# Help with "creeping".



## pabowman (Jun 19, 2005)

*i think*

I think by the sounds of things your draw length is a bit long for you, but if thats the way you like it then by all means stick with it. If its back tension you are looking for then check out the Rip Shot... its www.riparchery.com. but there are various threads here on AT that review and critique it... so far i have yet to hear anything negative about it and I have had mine about 6 months and use it as a back tension trainer and switch back and forth between it and a my Tru Ball back tension releases.


----------



## DEAD 10 (Aug 14, 2009)

TN ARCHER said:


> I seem to have developed a problem "creeping".
> I don't do it on every shot but I do seem to let it happen too much. I don't know if I am just trying to relax too much or what.
> I hear about guys saying they can pull through the wall of a Mathews bow. What are they doing to pull so much into the wall?
> I have a Apex I shoot for indoors set at 52-53 #. I have a Pro Elite I bought to try out, it has spiral cams. I am afraid to shoot it too much with this problem I am having. I know those spirals don't put up with "creep".
> ...


just shoot the pe set at 60% let off i promis you wont creep but once.


----------



## TN ARCHER (Jan 31, 2007)

Thanks for the replies. 

Keep em coming.


----------



## goodgrief (Feb 15, 2007)

I had the same problem with both those bows .... 

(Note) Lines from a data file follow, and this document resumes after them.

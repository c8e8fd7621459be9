"""M(q) and h(q, qd) of the rigid model at one integrator stage, with the kinematics evaluated once for both.

The models' public ``mass_matrix`` and ``bias_efforts`` each solve the kinematics of q again (for a delta the
closed-form forward kinematics, the elbow terms and the inverse of A; for a hexapod the forward kinematics, the
inverse Jacobian and its inverse). A plant stage needs both at the same q, so :func:`stage_terms` evaluates the
position-level terms once and hands them to the models' own private assembly functions: the numbers are those of
the public methods, operation for operation (bit for bit), only the repeated work is gone. Any other mechanism,
or a payload that differs between rows, goes through :func:`simulators.plant.mass_terms` and
:func:`simulators.plant.bias_terms` unchanged.

One delta (B = 1) is the exception to "operation for operation": :class:`DeltaStageTerms` evaluates the same
equations as :class:`shadow.robots.delta.DeltaModel` (trilateration for x, the adjugate inverse of A, J = A^-1 B,
dJ/dt = A^-1 (dB/dt - dA/dt J), M = diag(I_i + w_ee m_f |e1_i|^2) + m_x J^T J + w_ep m_f (K + K^T) and
h = m_f e1_i . (w_ee aE0_i + w_ep Jd qd) + J^T (m_x Jd qd + w_ep m_f sum aE0) + dV/dq; see that module) on Python
floats, because numpy's per-call overhead (about 1 us per call, some 150 calls) is most of the cost of a 3 x 3
problem. The sums run in a different order than einsum's, so the results agree with the model's to rounding
(a test checks 1e-12), not bit for bit. Any pose the model would refuse (collinear sphere centres, forearms that
cannot close, an ill-conditioned A) falls back to the model, which raises its own error.

Symbols as in :mod:`simulators.plant`: q, qd (B, n); theta_p (B, p); M (B, n, n); h (B, n).
"""

from __future__ import annotations

import math

import numpy as np
from numpy.typing import NDArray

from shadow.errors import expect_finite
from shadow.robots.delta import _FOREARM_WEIGHTS, DeltaModel
from shadow.robots.delta import DEFAULT_MAX_CONDITION as DELTA_MAX_CONDITION
from shadow.robots.hexapod import HexapodModel
from shadow.robots.mechanism import Mechanism

Array = NDArray[np.float64]


def delta_terms(model: DeltaModel, q: Array, qd: Array, m_L: float, *, need_mass: bool) -> tuple[Array | None, Array]:
    """(M or None, h) of a delta at one payload mass m_L [kg], from one evaluation of its kinematics.

    The same calls as ``DeltaModel.mass_matrix`` and ``DeltaModel.bias_efforts`` (default ``max_condition``).
    """
    kin = model._kinematics(q, max_condition=DELTA_MAX_CONDITION)
    h = model._bias_efforts(kin, model._rates(kin, qd), qd, m_L)
    return (model._mass_matrix(kin, m_L) if need_mass else None), h


def hexapod_terms(
    model: HexapodModel, q: Array, qd: Array, theta: Array, *, need_mass: bool
) -> tuple[Array | None, Array]:
    """(M or None, h) of a hexapod at one payload theta (10,), sharing the pose, J_inv and J between M and h.

    h is ``HexapodModel.bias_efforts`` (the regressor at qdd = 0 through ``platform_motion``), M is
    ``HexapodModel.mass_matrix``; both start from the same forward kinematics and Jacobian.
    """
    p, R = model.forward_kinematics(q)
    jac = model._checked_inverse(model._inverse_jacobian(p, R))  # J = J_inv^-1, conditioning checked
    twist = np.einsum("nij,nj->ni", jac, qd)  # xi = J qd
    c = model._leg_motion(p, R, twist, np.zeros_like(twist)).qdd  # velocity product c (qdd at zero accel)
    accel = np.einsum("nij,nj->ni", jac, np.zeros_like(q) - c)  # xi_dot = J (qdd - c) at qdd = 0
    tau_known, y_p = model._platform_regressor(p, R, twist, accel)
    h = tau_known + y_p @ theta  # h = F(q, qd, 0)
    if not need_mass:
        return None, h
    mx = model._platform_mass_matrix(p, R, theta + model._theta_platform)
    return model._actuator_mass_matrix(jac, mx), h  # M = J^T M_x J


class DeltaStageTerms:
    """(M, h) of one delta's stage on Python floats (B = 1); other batch sizes go through :func:`delta_terms`.

    Parameters
    ----------
    model : the delta's rigid model; its constants are read once here.
    """

    def __init__(self, model: DeltaModel) -> None:
        p = model.params
        self.model = model
        self._w = _FOREARM_WEIGHTS[model.forearm_model]  # (w_ee, w_ep, w_pp)
        self._r = [(float(row[0]), float(row[1])) for row in model.radial_directions]  # (r_x, r_y), r_z = 0
        self._geometry = (
            float(p.base_radius_m),
            float(p.upper_arm_length_m),
            float(p.forearm_length_m),
            float(p.platform_radius_m),
        )
        self._inertia = [float(v) for v in model.rotor_side_inertia]  # I_i
        self._m_f = float(p.forearm_mass_kg)
        self._m_p = float(p.platform_mass_kg)
        self._arm = float(p.upper_arm_mass_kg * p.upper_arm_com_m / p.upper_arm_length_m + 0.5 * p.forearm_mass_kg)
        self._g = tuple(float(v) for v in np.asarray(p.gravity_m_s2, dtype=float))

    def __call__(self, q: Array, qd: Array | None, m_L: float, *, need_mass: bool) -> tuple[Array | None, Array | None]:
        """(M (B, 3, 3) or None, h (B, 3), or None when ``qd`` is None) for q, qd (B, 3), payload mass m_L [kg]."""
        if q.shape[0] == 1:
            q1 = q[0].tolist()
            qd1 = None if qd is None else qd[0].tolist()
            kin = self._kinematics(q1)
            if kin is not None:
                m = self._mass(kin, float(m_L)) if need_mass else None
                h = None if qd1 is None else self._bias(kin, qd1, float(m_L))
                return m, h
        if qd is None:
            return self.model._mass_matrix(self.model._kinematics(q, max_condition=DELTA_MAX_CONDITION), m_L), None
        return delta_terms(self.model, q, qd, m_L, need_mass=need_mass)

    def _kinematics(self, q: list[float]) -> tuple[list[tuple[float, float, float]], ...] | None:
        """(e1, e2, d, A^-1, J) as nested tuples, or None where the model would refuse the pose."""
        Rb, La, Lf, Rp = self._geometry
        sqrt = math.sqrt
        # elbow terms per leg: E_i = R_b r_i + L_a (c r_i - s z), e1 = dE/dtheta, e2 = d^2E/dtheta^2
        E, e1, e2 = [], [], []
        for (rx, ry), th in zip(self._r, q, strict=True):
            c, s = math.cos(th), math.sin(th)
            E.append((Rb * rx + La * (c * rx), Rb * ry + La * (c * ry), La * -s))
            e1.append((La * (-s * rx), La * (-s * ry), La * -c))
            e2.append((La * (-c * rx), La * (-c * ry), La * s))
        (r0x, r0y), (r1x, r1y), (r2x, r2y) = self._r
        # sphere centres C_i = E_i - R_p r_i; trilateration of the spheres of radius L_f, lower solution
        c0 = (E[0][0] - Rp * r0x, E[0][1] - Rp * r0y, E[0][2])
        ax, ay, az = E[1][0] - Rp * r1x - c0[0], E[1][1] - Rp * r1y - c0[1], E[1][2] - c0[2]  # C_1 - C_0
        bx, by, bz = E[2][0] - Rp * r2x - c0[0], E[2][1] - Rp * r2y - c0[1], E[2][2] - c0[2]  # C_2 - C_0
        dist = sqrt(ax * ax + ay * ay + az * az)
        exx, exy, exz = ax / dist, ay / dist, az / dist
        ii = exx * bx + exy * by + exz * bz
        yx, yy, yz = bx - ii * exx, by - ii * exy, bz - ii * exz
        jj = sqrt(yx * yx + yy * yy + yz * yz)
        if not jj > 1e-12 * (1.0 + dist):  # collinear centres: the model raises SingularPoseError
            return None
        eyx, eyy, eyz = yx / jj, yy / jj, yz / jj
        ezx, ezy, ezz = exy * eyz - exz * eyy, exz * eyx - exx * eyz, exx * eyy - exy * eyx
        X = dist / 2.0
        Y = (ii**2 + jj**2) / (2.0 * jj) - ii * X / jj
        Z2 = Lf**2 - X**2 - Y**2
        if not Z2 >= 0.0:  # the forearms cannot close: the model raises UnreachablePoseError
            return None
        Z = (-1.0 if ezz > 0.0 else 1.0) * sqrt(Z2)
        x0 = c0[0] + X * exx + Y * eyx + Z * ezx
        x1 = c0[1] + X * exy + Y * eyy + Z * ezy
        x2 = c0[2] + X * exz + Y * eyz + Z * ezz
        # A rows d_i = P_i - E_i = x + R_p r_i - E_i
        d = [(x0 + Rp * rx - e[0], x1 + Rp * ry - e[1], x2 - e[2]) for (rx, ry), e in zip(self._r, E, strict=True)]
        (p0, p1, p2), (q0, q1, q2), (s0, s1, s2) = d
        # A^-1 by the adjugate: columns d1 x d2, d2 x d0, d0 x d1 over det A = d0 . (d1 x d2)
        a0 = (q1 * s2 - q2 * s1, q2 * s0 - q0 * s2, q0 * s1 - q1 * s0)
        a1 = (s1 * p2 - s2 * p1, s2 * p0 - s0 * p2, s0 * p1 - s1 * p0)
        a2 = (p1 * q2 - p2 * q1, p2 * q0 - p0 * q2, p0 * q1 - p1 * q0)
        det = p0 * a0[0] + p1 * a0[1] + p2 * a0[2]
        if det == 0.0:
            return None
        Ai = tuple((a0[i] / det, a1[i] / det, a2[i] / det) for i in range(3))  # A^-1[i][j]
        norm_a = sum(v * v for row in d for v in row)
        norm_ai = sum(v * v for row in Ai for v in row)
        if not sqrt(norm_a * norm_ai) <= DELTA_MAX_CONDITION:  # Frobenius condition of A: the model refuses it
            return None
        b = [d[i][0] * e1[i][0] + d[i][1] * e1[i][1] + d[i][2] * e1[i][2] for i in range(3)]  # B_ii = d_i . e1_i
        J = tuple((row[0] * b[0], row[1] * b[1], row[2] * b[2]) for row in Ai)  # J = A^-1 B
        return e1, e2, d, Ai, J

    def _bias(self, kin: tuple[list[tuple[float, float, float]], ...], qd: list[float], m_L: float) -> Array:
        """h (1, 3) = m_f e1_i . (w_ee aE0_i + w_ep c) + J^T (m_x c + w_ep m_f sum aE0) + dV/dq, c = dJ/dt qd."""
        e1, e2, d, Ai, J = kin
        w_ee, w_ep, w_pp = self._w
        m_f = self._m_f
        g0, g1, g2 = self._g
        v0, v1, v2 = qd
        xd = [row[0] * v0 + row[1] * v1 + row[2] * v2 for row in J]  # xd = J qd
        w = []
        for i in range(3):
            e, f, di, vi = e1[i], e2[i], d[i], qd[i]
            dd0, dd1, dd2 = xd[0] - e[0] * vi, xd[1] - e[1] * vi, xd[2] - e[2] * vi  # dd_i/dt = xd - e1_i qd_i
            bd = dd0 * e[0] + dd1 * e[1] + dd2 * e[2] + (di[0] * f[0] + di[1] * f[1] + di[2] * f[2]) * vi
            w.append(bd * vi - (dd0 * xd[0] + dd1 * xd[1] + dd2 * xd[2]))  # ((dB/dt - dA/dt J) qd)_i
        c = [row[0] * w[0] + row[1] * w[1] + row[2] * w[2] for row in Ai]  # c = dJ/dt qd = A^-1 (...) qd
        aE = [(f[0] * vi * vi, f[1] * vi * vi, f[2] * vi * vi) for f, vi in zip(e2, qd, strict=True)]  # e2_i qd_i^2
        m_x = self._m_p + m_L + 3.0 * w_pp * m_f
        m_plat = self._m_p + m_L + 1.5 * m_f
        k = w_ep * m_f
        f_p = [m_x * c[j] + k * (aE[0][j] + aE[1][j] + aE[2][j]) - m_plat * gj for j, gj in enumerate((g0, g1, g2))]
        h = []
        for i in range(3):
            e, a = e1[i], aE[i]
            own = m_f * (
                e[0] * (w_ee * a[0] + w_ep * c[0])
                + e[1] * (w_ee * a[1] + w_ep * c[1])
                + e[2] * (w_ee * a[2] + w_ep * c[2])
            )
            arm = -self._arm * (e[0] * g0 + e[1] * g1 + e[2] * g2)  # -(m_a c_a / L_a + m_f / 2) e1_i . g
            h.append(own + arm + J[0][i] * f_p[0] + J[1][i] * f_p[1] + J[2][i] * f_p[2])  # + J^T (f_P - m g)
        return np.array([h])

    def _mass(self, kin: tuple[list[tuple[float, float, float]], ...], m_L: float) -> Array:
        """M (1, 3, 3) = diag(I_i + w_ee m_f |e1_i|^2) + m_x J^T J + w_ep m_f (K + K^T), K = e1 J."""
        e1, _, _, _, J = kin
        w_ee, w_ep, w_pp = self._w
        m_f = self._m_f
        m_x = self._m_p + m_L + 3.0 * w_pp * m_f
        k = w_ep * m_f
        (j00, j01, j02), (j10, j11, j12), (j20, j21, j22) = J
        cols = ((j00, j10, j20), (j01, j11, j21), (j02, j12, j22))  # columns of J
        K = [[e[0] * col[0] + e[1] * col[1] + e[2] * col[2] for col in cols] for e in e1]  # row i: e1_i^T J
        M = [
            [
                m_x * (ci[0] * cj[0] + ci[1] * cj[1] + ci[2] * cj[2]) + k * (K[i][j] + K[j][i])
                for j, cj in enumerate(cols)
            ]
            for i, ci in enumerate(cols)
        ]
        for i, e in enumerate(e1):
            M[i][i] += self._inertia[i] + w_ee * m_f * (e[0] * e[0] + e[1] * e[1] + e[2] * e[2])
        return np.array([M])


class SharedRigidTerms:
    """(M or None, h) of a mechanism for one payload theta (p,) shared by all rows, through its fast route.

    Build with :meth:`for_mechanism`, which returns None for a mechanism without one (the plant then uses
    :func:`simulators.plant.mass_terms` and :func:`simulators.plant.bias_terms`).
    """

    def __init__(self, mechanism: DeltaModel | HexapodModel) -> None:
        self.mechanism = mechanism
        self._delta = DeltaStageTerms(mechanism) if isinstance(mechanism, DeltaModel) else None

    @classmethod
    def for_mechanism(cls, mechanism: Mechanism) -> SharedRigidTerms | None:
        """The fast route of a delta or hexapod model, None for any other mechanism."""
        if type(mechanism) is DeltaModel or isinstance(mechanism, HexapodModel):
            return cls(mechanism)
        return None

    def __call__(self, q: Array, qd: Array, theta: Array, *, need_mass: bool) -> tuple[Array | None, Array]:
        """(M (B, n, n) or None, h (B, n)); q, qd (B, n) are checked to be finite, as the models' methods do."""
        mech = self.mechanism
        if self._delta is not None and isinstance(mech, DeltaModel):
            if q.shape[0] == 1 and theta.shape == (1,):  # one delta: the same checks on floats
                values = q[0].tolist() + qd[0].tolist()
                if all(map(math.isfinite, values)) and math.isfinite(theta[0]):
                    return self._delta(q, qd, float(theta[0]), need_mass=need_mass)
            expect_finite("q", q)
            expect_finite("qd", qd)
            return self._delta(q, qd, mech._payload_mass(theta), need_mass=need_mass)
        expect_finite("q", q)
        expect_finite("qd", qd)
        if isinstance(mech, HexapodModel):
            return hexapod_terms(mech, q, qd, model_theta(mech, theta), need_mass=need_mass)
        raise TypeError(f"SharedRigidTerms: no fast route for {type(mech).__name__}")  # not reached: see __init__

    def mass(self, q: Array, theta: Array) -> Array:
        """M (B, n, n) alone (the model's ``mass_matrix``; for one delta on floats)."""
        mech = self.mechanism
        if self._delta is not None and isinstance(mech, DeltaModel):
            expect_finite("q", q)
            m, _ = self._delta(q, None, mech._payload_mass(theta), need_mass=True)
            if m is None:  # not reached: need_mass is True
                raise TypeError("mass: not evaluated")
            return m
        return mech.mass_matrix(q, theta)


def model_theta(model: HexapodModel, theta: Array) -> Array:
    """theta (10,) as the hexapod model checks it (float, shape, finite)."""
    return model._theta(theta)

A draw length that is to long or to short will cause some of this. I would creep while finding the anchor point. You will need to pull hard into the stops while drawing .

Have now switched to a Constitution and dont have this problem with it !!!


----------



## TN ARCHER (Jan 31, 2007)

goodgrief said:


> Have now switched to a Constitution and dont have this problem with it !!!


What is the let off on the Constitution?


----------



## goodgrief (Feb 15, 2007)

Adjustable right on the cam !!! Just move the draw stop peg.

If you want a real solid wall then add another stop peg to the other cam !!!:wink:


----------



## wyoming4x4 (Mar 16, 2009)

*let off connie 80%*



TN ARCHER said:


> What is the let off on the Constitution?


You can adjust your stop to make your let off different. Just have to spend a little time setting up. I shoot a 07 connie and brigadier. Just got a brig and learning. I shooting a evolution carter to help with my creep problem also. Learning to pull through. Also shoot a chocolate carter thumb. Learning back tension will help solve creep problem. Catch you later and keep on shootin.


----------



## aread (Dec 25, 2009)

Creeping is not an unusual problem. I've seen some excellent shooters who shoot many of their shots from the front of the valley. If everything else is good, it can be an accurate shot. However, it's better to not creep.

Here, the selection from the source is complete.